------ Data shown
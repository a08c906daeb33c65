"""What a DuckDB error says about an archive file, written once.

DuckDB reports a file held by another writer, a file that is not a database
and a damaged file as exceptions whose class and text vary with the case; the
functions here recognise them and turn them into warmstart's errors, each
naming the file and what to do:

- **locked** (:class:`~warmstart.errors.ArchiveLockedError`): another process
  holds the file for writing (DuckDB allows one writing process);
- **not a database** (:class:`~warmstart.errors.ArchiveError`): the file is
  not a DuckDB database at all;
- **damaged** (:class:`~warmstart.errors.ArchiveDamagedError`): the file is
  cut short (a read past its end) or a block fails DuckDB's checksum. DuckDB
  checks a block when it reads it, so a damaged block in the middle of a big
  table shows up only in a query that reads that block: :func:`check_blocks`
  reads every value of every column (``curate check`` and every opening of
  an archive for writing run it, so nothing is written into a damaged file).

Everything else is left alone (``archive_error`` returns None): it is not
about the file.
"""

from __future__ import annotations

import contextlib
import re
import shlex
from dataclasses import dataclass
from pathlib import Path
from typing import Callable, Iterable, Iterator

import duckdb

from warmstart.archive.sql import fetch, quoted, table_columns
from warmstart.errors import ArchiveDamagedError, ArchiveError, ArchiveLockedError

__all__ = [
    "LOCKED", "NOT_A_DATABASE", "DAMAGED", "first_line", "fault_of", "damaged_file", "archive_error",
    "damaged_error", "translated", "Unreadable", "unreadable_columns", "check_blocks",
]

LOCKED, NOT_A_DATABASE, DAMAGED = "locked", "not a database", "damaged"

# Texts of DuckDB's errors (DuckDB 1.x and 2.0), lower case. A damaged block is
# reported as "Corrupt database file: computed checksum ... in block at location N";
# a file cut short as "IO Error: Could not read enough bytes from file ...".
_DAMAGE_TEXTS = ("corrupt database file", "could not read enough bytes", "does not match stored checksum")
_LOCK_TEXTS = ("could not set lock", "conflicting lock")
_NOT_A_DATABASE_TEXTS = ("not a valid duckdb database",)
_FILE_IN_TEXT = re.compile(r'from file "([^"]+)"')


def first_line(exc: BaseException) -> str:
    """The first line of an exception's text (its class name when it has none)."""
    text = str(exc).strip()
    return text.splitlines()[0] if text else type(exc).__name__


def fault_of(exc: BaseException) -> str | None:
    """What a DuckDB error says about the file: :data:`LOCKED`,
    :data:`NOT_A_DATABASE`, :data:`DAMAGED`, or None (not about the file)."""
    if not isinstance(exc, duckdb.Error):
        return None
    text = str(exc).lower()
    if any(mark in text for mark in _DAMAGE_TEXTS):  # first: "block" contains "lock"
        return DAMAGED
    if any(mark in text for mark in _LOCK_TEXTS):
        return LOCKED
    if any(mark in text for mark in _NOT_A_DATABASE_TEXTS):
        return NOT_A_DATABASE
    return None


def damaged_file(exc: BaseException) -> str | None:
    """The file a DuckDB read error names (a read past the end names it; a
    checksum error does not)."""
    found = _FILE_IN_TEXT.search(str(exc))
    return found.group(1) if found else None


def _pid_hint(text: str) -> str:
    found = re.search(r"PID (\d+)", text)
    return f"held by process {found.group(1)}" if found else "the file is locked"


def damaged_error(path: str | Path, detail: str) -> ArchiveDamagedError:
    """The error for a damaged archive file: what is wrong and what to do.

    Parameters
    ----------
    path : str or Path
        The damaged file.
    detail : str
        What was seen (DuckDB's message, or the size check's finding).
    """
    quoted = shlex.quote(str(path))
    return ArchiveDamagedError(
        f"{path}: the archive file is damaged ({detail}). Keep this file as it is; "
        f"`warmstart curate salvage {quoted} NEW.duckdb` copies every table and row that can still be read "
        "into a new archive (it never writes to the damaged file), or restore the file from a backup"
    )


def archive_error(exc: BaseException, path: str | Path, *, source: bool = False) -> ArchiveError | None:
    """Translate a DuckDB error about an archive file into warmstart's error.

    Parameters
    ----------
    exc : BaseException
        What DuckDB raised while opening or reading ``path``.
    path : str or Path
        The archive file.
    source : bool, default False
        ``path`` is another archive being read (a merge source or a file to
        salvage), not the archive the command works on: the message says
        "that archive".

    Returns
    -------
    ArchiveError or None
        :class:`ArchiveLockedError`, :class:`ArchiveDamagedError` or
        :class:`ArchiveError` (not a database); None when the error is not
        about the file.
    """
    fault = fault_of(exc)
    text = first_line(exc)
    if fault == LOCKED:
        if source:
            return ArchiveLockedError(
                f"{path}: another process is writing to that archive, so it cannot be read now ({_pid_hint(text)}); "
                "wait for it to finish (or close it there), then run the command again; nothing was changed"
            )
        return ArchiveLockedError(
            f"{path}: another process is writing to this archive ({_pid_hint(text)}). "
            "DuckDB allows one writing process at a time: wait for it to finish, then run the command again; "
            "nothing was changed."
        )
    if fault == NOT_A_DATABASE:
        fix = "give the path of another warmstart archive file" if source else \
            "give another --archive path or move this file away"
        return ArchiveError(f"{path}: not a warmstart archive (the file is not a DuckDB database); {fix}")
    if fault == DAMAGED:
        return damaged_error(damaged_file(exc) or path, f"DuckDB: {text}")
    return None


@contextlib.contextmanager
def translated(path: str | Path, *, source: bool = False) -> Iterator[None]:
    """Context manager: DuckDB errors about ``path`` leave the block as
    warmstart's errors (:func:`archive_error`); any other error passes unchanged.

    Examples
    --------
    >>> with translated("team.duckdb"):
    ...     pass
    """
    try:
        yield
    except duckdb.Error as exc:
        error = archive_error(exc, path, source=source)
        if error is None:
            raise
        raise error from None


@dataclass(frozen=True)
class Unreadable:
    """One column of one table that cannot be read whole.

    Attributes
    ----------
    table, column : str
        Where.
    detail : str
        DuckDB's message (first line).
    """

    table: str
    column: str
    detail: str


def unreadable_columns(con: duckdb.DuckDBPyConnection, tables: Iterable[str], catalog: str | None = None,
                       progress: Callable[[int, int], None] | None = None) -> list[Unreadable]:
    """Read every value of every column of the archive's tables; list what fails.

    Parameters
    ----------
    con : duckdb.DuckDBPyConnection
        A connection to the archive (or one it is attached to).
    tables : iterable of str
        The tables to read (names from the caller's allow-list); a table the
        file lacks is skipped.
    catalog : str, optional
        The archive's catalog name on ``con`` (default: the current one).
    progress : callable, optional
        Called as ``progress(done, total)`` in tables read.

    Returns
    -------
    list of Unreadable
        Empty when every block of every table reads and passes its checksum.
        Errors that are not damage (a missing table) are not listed.
    """
    catalog = catalog or fetch(con, "SELECT current_database()")[0][0]
    work = [(t, table_columns(con, catalog, t)) for t in tables]
    work = [(t, cols) for t, cols in work if cols]
    found = []
    for done, (table, columns) in enumerate(work, start=1):
        # bit_xor of hashes: every value is read (and its block checked), nothing is kept; one
        # query per table, then one per column only for a table that fails, to say where
        if _damage(con, catalog, table, columns) is not None:
            for column in columns:
                detail = _damage(con, catalog, table, [column])
                if detail is not None:
                    found.append(Unreadable(table, column, detail))
        if progress:
            progress(done, len(work))
    return found


def _damage(con: duckdb.DuckDBPyConnection, catalog: str, table: str, columns: list[str]) -> str | None:
    """DuckDB's message when reading every value of ``columns`` meets a damaged block, else None."""
    reads = ", ".join(f"bit_xor(hash({quoted(c)}))" for c in columns)
    try:
        fetch(con, f"SELECT {reads} FROM {quoted(catalog)}.main.{table}")
    except duckdb.Error as exc:
        if fault_of(exc) != DAMAGED:
            raise
        return first_line(exc)
    return None


def check_blocks(con: duckdb.DuckDBPyConnection, path: str | Path, tables: Iterable[str],
                 progress: Callable[[int, int], None] | None = None) -> None:
    """Raise :class:`ArchiveDamagedError` when a block of ``tables`` cannot be read.

    The message names the file, the tables and columns that cannot be read,
    and what to do; ``error.unreadable`` lists them as (table, column, detail).
    """
    found = unreadable_columns(con, tables, progress=progress)
    if not found:
        return
    by_table: dict[str, list[str]] = {}
    for item in found:
        by_table.setdefault(item.table, []).append(item.column)
    where = "; ".join(f"table {t}: column(s) {', '.join(cols)}" for t, cols in by_table.items())
    error = damaged_error(path, f"blocks that cannot be read in {where}; DuckDB: {found[0].detail}")
    raise ArchiveDamagedError(str(error), unreadable=[(u.table, u.column, u.detail) for u in found])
------------
Action item: From the first line of the records to the line containing "naming the file", inclusive, transcribe everything exactly and leave out the rest.

Output for this exercise:
repository a08c906daeb33c65
"""What a DuckDB error says about an archive file, written once.

DuckDB reports a file held by another writer, a file that is not a database
and a damaged file as exceptions whose class and text vary with the case; the
functions here recognise them and turn them into warmstart's errors, each
naming the file and what to do:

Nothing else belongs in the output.